The server uses a logistic regression algorithm to model based on the feature variables and bill sub-information (feature values) data dictionary. Splitting the modeling data set into a training set and a corresponding test set for training and evaluation, wherein the specific implementation logic is as follows: first, assume that n keyword feature vectors x= [ X, X, … xn ], where xi is the i-th keyword feature vector. Logistic regression assumes that the probability function is hθ (x) =g (θ≡t x), where hθ (x) is the occurrence probability value of the keyword feature variable x and θ is the parameter value of the model. g (z) is a sigmoid function g (z) =1/(1+e++z), z is θt x, and θt represents the θtranspose. In addition, using a logistic regression cost function, using the difference between Log metric actual and predicted values, J (θ) = -1/m Σ [ y Log (hθ (x)) + (1-y) Log (1-hθ (x)) ], J (θ) is a cost function, m is the number of training samples, y is the actual tag value (0 or 1), and hθ (x) is an approximate estimate of model prediction: to minimize the cost function J (θ), a gradient descent algorithm is used to estimate the optimal parameter value θ. And continuously adjusting the model until the model is optimal through iteratively updating the parameter theta, and obtaining the logistic regression model after training even if the function value of the logistic regression cost function is smaller than a second preset threshold value. The second preset threshold is set by the user, which is not particularly limited by the present application.

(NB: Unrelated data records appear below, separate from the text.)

"""Record every exchange with an instrument to a JSON-lines transcript (test fixtures).

``TranscriptTransport(inner, path)`` wraps any ``Transport`` and behaves exactly like it,
writing one JSON object per call to ``path`` (appended, flushed per line)::

    {"n": 7, "t": 0.5132, "utc": 1764620000.1, "resource": "GPIB0::5::INSTR",
     "op": "exchange", "writes": ["VOLT 100"], "query": "MEAS:VOLT?", "reply": "+9.9991E+01",
     "elapsed_s": 0.0123}

``op`` is ``write``, ``query``, ``exchange``, ``read``, ``resync``, ``reopen``,
``device_clear``, ``abort`` or ``close``; a call that raised has ``error`` (the exception's
type and text) instead of ``reply``. ``t`` is real monotonic seconds since the transcript
opened, ``utc`` wall time. Nothing is ever evaluated from a transcript.

Recording a real stand: give the instrument ``options: {transcript: FILE}`` in the rig file
(``drivers.open_instrument`` wraps its transport) and run ``fieldrun probe`` or a short
commissioning run; ``simulators.replay.TranscriptReplay`` plays the file back as a
simulated instrument for tests (docs/acceptance.md).
"""
from __future__ import annotations

import json
import threading
import time
from pathlib import Path
from typing import Any, Iterable, List, Union


class TranscriptTransport:
    """A transport that logs what passes through it (see the module docstring)."""

    def __init__(self, inner, path: Union[str, Path]):
        self._inner = inner
        self._path = Path(path)
        self._path.parent.mkdir(parents=True, exist_ok=True)
        self._fh = open(self._path, "a", encoding="utf-8")
        self._t0 = time.monotonic()
        self._n = 0
        self._lock = threading.Lock()

    # everything not recorded (trusted, timeout, resource, on_close, set_line, ...)
    def __getattr__(self, name: str) -> Any:
        return getattr(self._inner, name)

    def _log(self, op: str, t_start: float, **fields) -> None:
        with self._lock:
            self._n += 1
            rec = {"n": self._n, "t": round(t_start - self._t0, 6), "utc": time.time(),
                   "resource": str(getattr(self._inner, "resource", "?")), "op": op,
                   **fields, "elapsed_s": round(time.monotonic() - t_start, 6)}
            try:
                self._fh.write(json.dumps(rec) + "\n")
                self._fh.flush()
            except (OSError, ValueError):
                pass   # a transcript that cannot be written never stops the instrument

    def _call(self, op: str, fn, *args, **fields):
        t = time.monotonic()
        try:
            out = fn(*args)
        except BaseException as exc:
            self._log(op, t, error=f"{type(exc).__name__}: {exc}", **fields)
            raise
        if isinstance(out, str):
            fields["reply"] = out
        elif out is not None:
            fields["result"] = out if isinstance(out, (bool, int, float)) else str(out)
        self._log(op, t, **fields)
        return out

    def write(self, cmd: str) -> None:
        return self._call("write", self._inner.write, cmd, cmd=cmd)

    def query(self, cmd: str) -> str:
        return self._call("query", self._inner.query, cmd, query=cmd)

    def exchange(self, writes: Iterable[str], query: str) -> str:
        writes = list(writes)
        return self._call("exchange", self._inner.exchange, writes, query, writes=writes, query=query)

    def read(self) -> str:
        return self._call("read", self._inner.read)

    def resync(self) -> None:
        return self._call("resync", self._inner.resync)

    def reopen(self) -> None:
        return self._call("reopen", self._inner.reopen)

    def device_clear(self):
        return self._call("device_clear", self._inner.device_clear)

    def abort(self) -> None:
        # from any thread: logged after the fact, never blocking on the owner
        return self._call("abort", self._inner.abort)

    def close(self) -> None:
        try:
            return self._call("close", self._inner.close)
        finally:
            with self._lock:
                try:
                    self._fh.close()
                except OSError:
                    pass


def read_transcript(path: Union[str, Path]) -> List[dict]:
    """The records of a transcript file (a torn last line is skipped)."""
    out = []
    for line in Path(path).read_text(encoding="utf-8").splitlines():
        try:
            rec = json.loads(line)
        except ValueError:
            continue
        if isinstance(rec, dict):
            out.append(rec)
    return out
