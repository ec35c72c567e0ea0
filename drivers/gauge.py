"""ASCII vacuum gauge driver: one query, a reply pattern with status and value, a unit.
States (filament off, over-range, under-range, no answer) are explicit, never numbers."""
from __future__ import annotations

import math
import re
from typing import Optional

from .clock import Clock, WallClock
from .dialect import PRESSURE_UNITS_PA, Dialect, load_dialect
from .errors import DriverError
from .roles import Gauge, PressureReading


class AsciiGauge(Gauge):
    def __init__(self, transport, dialect: Dialect | str = "generic-ascii-gauge",
                 name: str = "gauge", clock: Optional[Clock] = None):
        self.transport = transport
        self.dialect = load_dialect(dialect, "gauge")
        self.name = name
        self.clock = clock or WallClock()
        self.where = f"{name} ({getattr(transport, 'resource', '?')})"
        self._rx = re.compile(self.dialect.get("reply.pattern"))
        self._states = {str(k): v for k, v in self.dialect.get("reply.states").items()}
        self._scale = PRESSURE_UNITS_PA[self.dialect.get("unit")]
        #: the last reason a reading was "no-answer" (timeout text, garbage reply)
        self.last_problem = ""

    def read(self) -> PressureReading:
        t = self.clock.now()
        try:
            if not self.transport.trusted:
                self.transport.resync()
            reply = self.transport.query(self.dialect.command("read"))
        except DriverError as exc:
            self.last_problem = str(exc)
            return PressureReading(math.nan, "no-answer", t)
        m = self._rx.match(reply)
        if not m:
            self.last_problem = f"unparseable reply {reply[:60]!r}"
            self.transport.trusted = False   # framing unknown: resync before the next read
            return PressureReading(math.nan, "no-answer", t)
        state = self._states.get(m.group("status"))
        if state is None:
            self.last_problem = f"unknown status {m.group('status')!r}"
            return PressureReading(math.nan, "no-answer", t)
        value = float(m.group("value")) * self._scale
        if state in ("ok", "under-range") and math.isfinite(value) and value >= 0:
            self.last_problem = ""
            return PressureReading(value, state, t)
        if state in ("ok", "under-range"):
            self.last_problem = f"impossible pressure {value!r} Pa"
            return PressureReading(math.nan, "no-answer", t)
        return PressureReading(math.nan, state, t)

    def abort(self) -> None:
        self.transport.abort()

    def close(self) -> None:
        self.transport.close()
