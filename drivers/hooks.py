"""Deterministic fault hooks at named points of the code (for fault-injection tests).

A hook is a callable installed at one of the named ``POINTS``; the code at that point calls
``fire(point, **context)``, which runs every callable installed there, in the order they
were installed. A hook may raise (the exception leaves the instrumented code exactly as a
real fault at that instant would), send a signal, change a simulated instrument, or just
record that the point was reached.

Nothing is installed in normal use, and then ``fire`` costs one test of an empty dict.
Hooks are process-wide (a module-level registry), installed only by test code::

    from drivers import hooks
    with hooks.installed("supply.safe_off.after-output-off", lambda **ctx: ...):
        ...

The points (who fires them, with which context keys):

==================================== ======================================================
``supply.safe_off.after-output-off`` ``drivers.supply``: ``OUTP OFF`` written, 0 V not yet
                                     (``supply``, ``attempt``: 1 first try, 2 after device
                                     clear, 3 after reopen)
``supply.safe_off.after-zero-volts`` ``drivers.supply``: 0 V written, readback not yet
``supply.safe_off.before-confirm``   ``drivers.supply``: about to read output state and V
``engine.arm``                       ``sequencer.engine``: arming begins (``engine``)
``engine.after-output-on``           ``sequencer.engine``: output on, first sample not taken
``engine.back-off``                  ``sequencer.engine``: a back-off decided, not yet applied
``engine.before-safe-off``           ``sequencer.engine``: the engine is about to call
                                     ``safe_off()``
==================================== ======================================================
"""
from __future__ import annotations

import contextlib
import threading
from typing import Callable, Dict, Iterator, List

POINTS = (
    "supply.safe_off.after-output-off",
    "supply.safe_off.after-zero-volts",
    "supply.safe_off.before-confirm",
    "engine.arm",
    "engine.after-output-on",
    "engine.back-off",
    "engine.before-safe-off",
)

_installed: Dict[str, List[Callable[..., None]]] = {}
_lock = threading.Lock()


def fire(point: str, **context) -> None:
    """Run the hooks installed at ``point`` (nothing installed: returns at once)."""
    if not _installed:
        return
    for fn in tuple(_installed.get(point, ())):
        fn(point=point, **context)


def install(point: str, fn: Callable[..., None]) -> Callable[[], None]:
    """Install ``fn`` at ``point``; returns a function that removes it again."""
    if point not in POINTS:
        raise ValueError(f"no fault hook point {point!r} (known: {', '.join(POINTS)})")
    with _lock:
        _installed.setdefault(point, []).append(fn)

    def remove() -> None:
        with _lock:
            fns = _installed.get(point, [])
            if fn in fns:
                fns.remove(fn)
            if not fns:
                _installed.pop(point, None)
    return remove


@contextlib.contextmanager
def installed(point: str, fn: Callable[..., None]) -> Iterator[None]:
    remove = install(point, fn)
    try:
        yield
    finally:
        remove()


def clear() -> None:
    """Remove every hook (test teardown)."""
    with _lock:
        _installed.clear()


def active() -> bool:
    return bool(_installed)
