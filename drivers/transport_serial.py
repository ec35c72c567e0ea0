"""Serial transport through pyserial: device paths (``serial:/dev/ttyUSB0?baud=9600``) and
pyserial URLs (``socket://host:port``, ``loop://``, and handlers registered through
``serial.protocol_handler_packages``).

Reads are done in short slices so ``abort()`` from another thread wakes a blocked call
within one slice, whatever the URL handler. Modem lines: ``DTR`` and ``RTS`` out, ``CTS``,
``DSR``, ``CD`` (and ``RI``) in. Serial has no device clear: ``resync()`` flushes both
buffers, waits a quiet slice, flushes again and asks the sentinel (if the dialect has one).
"""
from __future__ import annotations

import time
import urllib.parse
from typing import Optional, Tuple

from .errors import DriverError, TransportAborted, TransportTimeout
from .session import DEFAULT_SENTINEL, LineSession

_SLICE = 0.02
_OUT_LINES = {"DTR": "dtr", "RTS": "rts"}
_IN_LINES = {"CTS": "cts", "DSR": "dsr", "CD": "cd", "DCD": "cd", "RI": "ri"}
_PARITY = {"N": "N", "E": "E", "O": "O", "M": "M", "S": "S"}


def parse_serial_address(address: str) -> Tuple[str, dict]:
    """Split ``serial:PATH?baud=9600&parity=N&bytesize=8&stopbits=1`` into a pyserial port
    and settings; pyserial URLs (``scheme://...``) pass through unchanged."""
    settings = {"baudrate": 9600, "bytesize": 8, "parity": "N", "stopbits": 1}
    if not address.startswith("serial:"):
        return address, settings
    rest = address[len("serial:"):]
    path, _, q = rest.partition("?")
    if not path:
        raise DriverError(address, "serial address has no device path")
    for key, values in urllib.parse.parse_qs(q, keep_blank_values=True).items():
        val = values[-1]
        try:
            if key in ("baud", "baudrate"):
                settings["baudrate"] = int(val)
            elif key == "bytesize":
                settings["bytesize"] = int(val)
            elif key == "stopbits":
                settings["stopbits"] = float(val) if val == "1.5" else int(val)
            elif key == "parity":
                settings["parity"] = _PARITY[val.upper()]
            else:
                raise DriverError(address, f"unknown serial setting {key!r} "
                                           "(baud, bytesize, parity, stopbits)")
        except (ValueError, KeyError):
            raise DriverError(address, f"bad value {val!r} for serial setting {key!r}") from None
    return path, settings


class SerialTransport(LineSession):
    """A pyserial port or URL, line terminated (``term``, default CR LF tolerant ``\\n``)."""

    def __init__(self, address: str, timeout: float = 1.0,
                 sentinel: Optional[Tuple[str, str]] = DEFAULT_SENTINEL, term: str = "\n",
                 write_term: Optional[str] = None):
        super().__init__(address, timeout, sentinel, term)
        self.port_name, self.settings = parse_serial_address(address)
        self.write_term = write_term
        self._port = None
        self._buf = b""
        self._open()

    def _open(self) -> None:
        import serial
        try:
            self._port = serial.serial_for_url(self.port_name, timeout=_SLICE,
                                               write_timeout=self.timeout, **self.settings)
        except (serial.SerialException, ValueError, OSError) as exc:
            raise DriverError(self.resource, f"cannot open serial port: {exc}") from None
        self._buf = b""
        self.trusted = True

    def _close(self) -> None:
        port, self._port = self._port, None
        if port is not None:
            port.close()

    def _need(self):
        if self._port is None:
            raise DriverError(self.resource, "serial port is not open")
        return self._port

    def _send(self, text: str) -> None:
        import serial
        if self.write_term is not None:
            text = text.replace(self.term, self.write_term)
        try:
            self._need().write(text.encode("ascii"))
        except serial.SerialTimeoutException:
            raise TransportTimeout(self.resource, "write timed out") from None
        except serial.SerialException as exc:
            raise DriverError(self.resource, f"write failed: {exc}") from None

    def _recv_line(self, timeout: float) -> str:
        import serial
        port = self._need()
        term = self.term.encode("ascii")
        deadline = time.monotonic() + timeout
        while True:
            if term in self._buf:
                line, self._buf = self._buf.split(term, 1)
                try:
                    return line.decode("ascii").strip("\r\n")
                except UnicodeDecodeError:
                    raise DriverError(self.resource, f"reply is not ASCII: {line[:40]!r}") from None
            if self._aborted.is_set():
                raise TransportAborted(self.resource, "aborted while reading")
            if time.monotonic() >= deadline:
                raise TransportTimeout(self.resource, f"no reply within {timeout:g} s")
            try:
                chunk = port.read(max(1, port.in_waiting or 1))
            except serial.SerialException as exc:
                raise DriverError(self.resource, f"read failed: {exc}") from None
            if chunk:
                self._buf += chunk
                if len(self._buf) > 65536:
                    self._buf = b""
                    raise DriverError(self.resource, "reply longer than 64 KiB without a terminator")

    def _flush_input(self) -> None:
        port = self._need()
        self._buf = b""
        port.reset_input_buffer()
        time.sleep(_SLICE)
        while port.in_waiting:
            port.read(port.in_waiting)
        port.reset_input_buffer()

    # -- modem lines -------------------------------------------------------------------------
    def set_line(self, name: str, level: bool) -> None:
        attr = _OUT_LINES.get(name.upper())
        if attr is None:
            raise DriverError(self.resource, f"{name!r} is not an output line (DTR, RTS)")
        try:
            setattr(self._need(), attr, bool(level))
        except (OSError, ValueError) as exc:
            raise DriverError(self.resource, f"cannot drive {name}: {exc}") from None

    def get_line(self, name: str) -> bool:
        attr = _IN_LINES.get(name.upper())
        if attr is None:
            raise DriverError(self.resource, f"{name!r} is not an input line (CTS, DSR, CD, RI)")
        try:
            return bool(getattr(self._need(), attr))
        except (OSError, ValueError) as exc:
            raise DriverError(self.resource, f"cannot read {name}: {exc}") from None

Through the logistic regression model which is completed through the training, the server can calculate a first reject prediction probability value of each bill information in the to-be-checked bill information, and then the reject prediction sub-information sequence is generated through a comparison result with a first probability threshold value.

And S103, the server determines a second reject prediction probability value corresponding to the to-be-checked bill information based on the logistic regression model and the reject prediction sub-information sequence.

Through the logistic regression model, weighted average calculation can be performed on each first reject prediction probability value corresponding to each reject prediction sub-information sequence, and weights can be set according to different reject reasons in the logistic regression model training process, namely different weights are set by different associated feature vector sets, and a second reject prediction probability value is calculated according to the sum of the product values of each weight and the first reject prediction probability value.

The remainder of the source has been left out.